Я читал. Более того — как все русские дети, я на нем вырос. В калифорнийском музее Джека Лондона стоят сразу два его многотомных собрания сочинений, и оба на русском. Для нас мужество героев Лондона заменял военный пафос «Молодой гвардии» и «Повести о настоящем человеке». Смок Беллью сражался с Севером и восхищался им. У него не было одушевленного врага, и это превращало битву с природой в честный поединок, на который мы, люди, сами напросились.

Животные у Джека Лондона интереснее людей. Ездовые собаки, без которых не обходятся полярные приключения, двигаются взад-вперед по эволюционной лестнице. В «Белом клыке» волк перебирается к людям, в «Зове предков» наоборот — собака возвращается к волкам. И если мы предпочитаем первый вариант, то в Америке выбирают второй. Не одомашнивание, а одичание ведет к высшей награде — свободе, пусть и окупленной смертью.

Так говорил Заратустра собакам Джека Лондона, и они его слушали.
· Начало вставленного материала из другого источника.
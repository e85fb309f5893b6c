/**
 * One group's (species') step of the programme report: its trend with the
 * chosen model, the decision flags, and the comparison, diagnostics and data
 * summary (the chosen fit reused). Runs in this thread or, whole, in a fit
 * worker (groupStepMethods), so that the species' fits share the workers
 * with the composite's bootstrap.
 */
import type { DataTable } from '../data/table';
import { FitCancelled, type FitOutcome } from '../engine/types';
import type { ModelSpec } from '../model/spec';
import { decisionFlags } from '../trend/flags';
import { analyseTrend } from '../trend/trend-analysis';
import type { CallContext } from '../worker/port';
import { groupReportParts, type GroupParts, type LabelledSpec } from './group-parts';
import type { GroupTrend } from './group-section';

/** One group (species) of the report: its rows and the model chosen for it. */
export interface PlannedGroup {
  /** The value of the group column ("common_toad"), or '' for a single table. */
  readonly group: string;
  readonly label?: string;
  readonly table: DataTable;
  readonly spec: ModelSpec;
  /** The chosen model's name (the comparison and diagnostics name it). */
  readonly model?: string;
  /** The other models of the group, compared with the chosen one on the same rows. */
  readonly others?: readonly LabelledSpec[];
  /** Rows whose offsets cannot be logged were left out of `table` (the report history records it with the model). */
  readonly dropBadOffsetRows?: boolean;
}

export interface GroupStepResult {
  readonly trend: GroupTrend;
  /** Cautions for the report (the comparison or diagnostics that could not be made). */
  readonly cautions: readonly string[];
}

export interface GroupStepOptions {
  readonly signal?: { readonly aborted: boolean };
  readonly onProgress?: (done: number, total: number, stage: string) => void;
}

/** Runs group steps somewhere (this thread, or a worker pool); rejects with FitCancelled when cancelled. */
export type GroupStepRunner = (group: PlannedGroup, options?: GroupStepOptions) => Promise<GroupStepResult>;

/** The group's spec, model comparison, diagnostics and data summary (without the diagnostics, and said so, when they fail). */
function partsOf(g: PlannedGroup, signal: GroupStepOptions['signal'], cautions: string[], chosenFit?: FitOutcome): Partial<GroupParts> & { spec: ModelSpec } {
  try {
    return groupReportParts(g.table, { label: g.model ?? 'The chosen model', spec: g.spec }, g.others ?? [], { control: { signal }, chosenFit });
  } catch (err) {
    if (err instanceof FitCancelled || signal?.aborted) throw new FitCancelled();
    cautions.push(`The comparison and diagnostics of ${g.label ?? g.group} could not be made: ${(err as Error).message}`);
    return { spec: g.spec };
  }
}

/** The step in this thread: a group that cannot be fitted gets its error, cancelling throws FitCancelled. */
export const groupStep: GroupStepRunner = async (g, options = {}) => {
  const { signal } = options;
  const onProgress = options.onProgress ?? (() => {});
  const cautions: string[] = [];
  try {
    let chosenFit: FitOutcome | undefined;
    const result = await analyseTrend(g.table, g.spec, { signal, onProgress, onMainFit: (fit, spec) => (chosenFit = spec === g.spec ? fit : undefined) });
    onProgress(0, 1, g.others?.length ? 'comparison and diagnostics' : 'diagnostics');
    return { trend: { group: g.group, label: g.label, result, flags: decisionFlags(result.slope), ...partsOf(g, signal, cautions, chosenFit) }, cautions };
  } catch (err) {
    if (err instanceof FitCancelled || signal?.aborted) throw new FitCancelled();
    return { trend: { group: g.group, label: g.label, spec: g.spec, error: (err as Error).message }, cautions };
  }
};

/** What a fit worker serves for the report's group steps. */
export const groupStepMethods = {
  groupStep: ([g]: readonly [PlannedGroup], ctx: CallContext): Promise<GroupStepResult> =>
    groupStep(g, { signal: ctx.signal, onProgress: (d, n, stage) => ctx.onProgress(n > 0 ? d / n : 0, stage) }),
};

export type GroupStepMethods = typeof groupStepMethods;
А он слушался их: «Опаснее оказалось быть среди людей, чем среди зверей, опасными путями ходит Заратустра. Пускай же ведут меня мои звери!»

Моби Дик

Анималисты любят говорить за животных, но вряд ли то, что тем понравилось бы. Вставляя в чужую пасть свои слова, мы ведем диалог с собой, не в силах выйти за пределы человеческой перспективы. А если бы вышли, то удивились бы. Пытаясь встать на чужую точку зрения, Лотман писал, что звери живут по вечным правилам, а человек — по произвольным. Поэтому зверю человек должен казаться сумасшедшим — непредсказуемым.

Обложка книги «Моби дик»

Обложка книги «Моби дик»

Непреодолимость видовых границ не мешает животным попасть в литературу, где они меняются намного меньше нас. Зверь всегда равен себе, мы — нет.
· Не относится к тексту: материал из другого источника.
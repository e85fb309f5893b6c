/** The reproducibility appendix: software version, inputs with their SHA-256, the spec, seeds and the date. */
import type { ModelSpec } from '../model/spec';
import type { Section } from './model';

export interface Provenance {
  readonly software: { readonly name: string; readonly version: string };
  /** Input files by name (no folder), with the SHA-256 of their bytes in hex. */
  readonly inputs: readonly { readonly name: string; readonly sha256: string; readonly rows?: number }[];
  readonly seeds: readonly { readonly what: string; readonly value: number }[];
  /** ISO 8601 date-time the report was made. */
  readonly createdAt: string;
  /** The command or action that made the report, for rerunning it. */
  readonly command?: string;
  readonly settings?: readonly string[];
}

export function appendixSection(p: Provenance, spec: ModelSpec): Section {
  const items = [
    `Software: ${p.software.name} ${p.software.version}.`,
    `Made: ${p.createdAt}.`,
    ...p.inputs.map((i) => `Input: ${i.name}${i.rows !== undefined ? ` (${i.rows} rows)` : ''}, SHA-256 ${i.sha256}.`),
    ...(p.seeds.length ? p.seeds.map((s) => `Seed of ${s.what}: ${s.value}.`) : ['No random numbers were drawn.']),
    ...(p.settings ?? []),
    ...(p.command ? [`Command: ${p.command}`] : []),
  ];
  return {
    id: 'appendix',
    heading: 'Appendix: how to reproduce this report',
    blocks: [
      { kind: 'list', items },
      { kind: 'code', title: 'Model spec (JSON)', text: JSON.stringify(spec, null, 2) },
    ],
  };
}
Именно поэтому я никак не могу дочитать «Моби Дика». Я нежно люблю Мелвилла за его лирическую утопию о каннибалах («Тайпи»). Я без конца перечитываю начало его главного шедевра. Следя за рассказчиком «Измаилом» и его другом-дикарем Квикегом, я исследовал сухопутные окрестности романа в Бедфорде и Нантакете. Но как только доходит до самого Моби Дика, у меня опускаются руки и закрывается книга.

Что значит воплощение зла? Какой такой левиафан, вступивший в войну с нашим племенем? Кто, спрашивается, первый начал? Да и знаете ли вы кита? Плыли с ним рядом? Заглядывали в его глаз? Купались в пущенной им струе?

Нет? Я, положим, тоже. Но мне довелось стоять на палубе экскурсионного суденышка, когда из морской пучины по-торжественному медленно, словно мель в отлив, поднялся обросший ракушками черный китовый бок. Увидев его, я был горд, будто сам создал это высшее (самое большое) достижение нашей млекопитающей природы.

Пустить его на сало, чтобы рассеять лампами с китовым маслом сумерки Новой Англии — больная идея. И в единоборстве Ахава с Моби Диком я целиком на стороне последнего.

Как, впрочем, и в других книгах про охоту.

Когда я читаю у Хемингуэя, что герой или автор мечтает убить льва, мне хочется, чтобы лев убил Хемингуэя.

Несмотря на то что он был моей первой литературной любовью, простить его уже нельзя. В противостоянии людей и зверей сегодня мы всегда на стороне последних.

Трезорка

Наши первые литературные герои — звери, с которыми мы знакомимся, когда еще не сильно от них отличаемся. Врач-педиатр обиделась, когда я сравнил ее с ветеринаром, пока я не объяснил, что и у тех и других пациенты не могут сказать, где болит, отчего их особенно жалко. (Не знаю, как бы чуть изменить это нужное и хорошее предложение с учетом того, что педиатр занимается пациентами до 18 лет.)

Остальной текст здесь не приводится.